Para o "presidente", Garibaldi Alves Filho
(PMDB-RN), “admitir que a Mesa da Câmara dos Deputados possa limitar o poder decisório do Senado Federal é desequilibrar o sistema bicameral do legislativo brasileiro”.
Tal viés conduz a desdobramentos completamente descabidos. Essa
triste figura impetrou
Mandado de Segurança contra o entendimento dos deputados, os representantes do povo! Diante dos desmandos oriundos do Judiciário, todavia, não seria surpreendente que este poder, derivado do Legislativo e totalmente dependente do Executivo, por isso desde 1995 contaminado por sofrível saber jurídico, mas não maquiavélico, ainda coloque mais confusão na parada. Maior aberração vai ser difícil.

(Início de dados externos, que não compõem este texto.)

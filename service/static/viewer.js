// geotween viewer: plain JavaScript, no build step, talks only to this service's /v1 endpoints.
// Frames shown here are synthesized by a learned model, not captured.
"use strict";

O potiguar está mais por fora do que joelho de escoteiro. O sistema bicameral exige a dialética, senão seria unicameral; e a dialética não admite verticalidades, mas equalizações. Os
seniors do Senado é que estão
senis, desequilibrados:
"O senador César Borges
(PR-BA), relator da matéria, garantiu que a aprovação da proposta não implicará em aumento de gastos dos municípios."
Peça "Vai te Catar!!!" fica em cartaz em SP até 21/12
É certo que a turma volta-e-meia corrige anomalias e heresias legislativas oriundas da Câmara. Todavia, o veredicto raramente é compatível com suas aptidões, e por isso costuma vetar ou referendar leis que não lhe competeriam examinar a forma, e nem seu conteúdo, mas tão somente sua abrangência. Mais claro: se o projeto de lei não fere as constituições estaduais. O Senador representa o Estado, não sua população, o que é diferente. E por ser representante, não é de sua alçada governá-lo.
Uma lei que determine a composição dos poderes municipais, como também os estaduais, é um evidente excesso das suas já avantajadas prerrogativas.
Também é certo que na hierarquia das leis a Federal deve sobrepujar a estadual, mas a presença dos senadores se justifica exatamente no apontar a prepotência em sua nascente, abortando a tentativa de subjugar os elementares e parcos direitos dos estados. A rigor, era para o Senado estar mais à cerca do Poder Judiciário do que do próprio Legislativo, composto pela Câmara dos Deputados.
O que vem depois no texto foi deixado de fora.